Task prompt:
Every line below that has "centre" in it should be copied.
*** Block opens ***
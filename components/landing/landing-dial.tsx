import type { LandingDial } from '@/lib/figures/landing-dial'
import { PictureText } from './picture-text'

/** Every turn laid over the others, once round the worm: outward is ahead, inward behind. */
export function LandingDialDrawing({ dial }: { dial: LandingDial }) {
  const { size, centre } = dial
  return (
    <svg
      viewBox={`0 0 ${size} ${size}`}
      className="mx-auto block h-auto w-full max-w-[30rem]"
      aria-hidden="true"
      focusable="false"
    >
      <path d={dial.rimPath} fill="none" vectorEffect="non-scaling-stroke" strokeWidth="1.2" className="stroke-soft" />
      <circle cx={centre} cy={centre} r={dial.rimRadius} fill="none" className="stroke-rule" />
      {dial.rings.map(({ at, label }) => (
        <circle key={label} cx={centre} cy={centre} r={at} fill="none" className="stroke-faint" />
      ))}
      <circle cx={centre} cy={centre} r={dial.zeroRadius} fill="none" strokeDasharray="2 4" className="stroke-soft" />
      {dial.turnPaths.map((path, i) => (
        <path key={i} d={path} fill="none" strokeLinejoin="round" className="stroke-steel opacity-60" />
      ))}
      <path
        d={dial.curvePath}
        fill="none"
        vectorEffect="non-scaling-stroke"
        strokeWidth="3"
        strokeLinejoin="round"
        className="stroke-brass"
      />
      {dial.rings.map(({ label, labelX, labelY }) => (
        <PictureText key={label} x={labelX} y={labelY + 4} anchor="middle" isSquare>
          {label}
        </PictureText>
      ))}
      {dial.rimLabels.map(({ x, y, label }) => (
        <PictureText key={label} x={x} y={y + 4} anchor="middle" isSquare>
          {label}
        </PictureText>
      ))}
    </svg>
  )
}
*** Block closes ***
Written answer:
  const { size, centre } = dial
      <circle cx={centre} cy={centre} r={dial.rimRadius} fill="none" className="stroke-rule" />
        <circle key={label} cx={centre} cy={centre} r={at} fill="none" className="stroke-faint" />
      <circle cx={centre} cy={centre} r={dial.zeroRadius} fill="none" strokeDasharray="2 4" className="stroke-soft" />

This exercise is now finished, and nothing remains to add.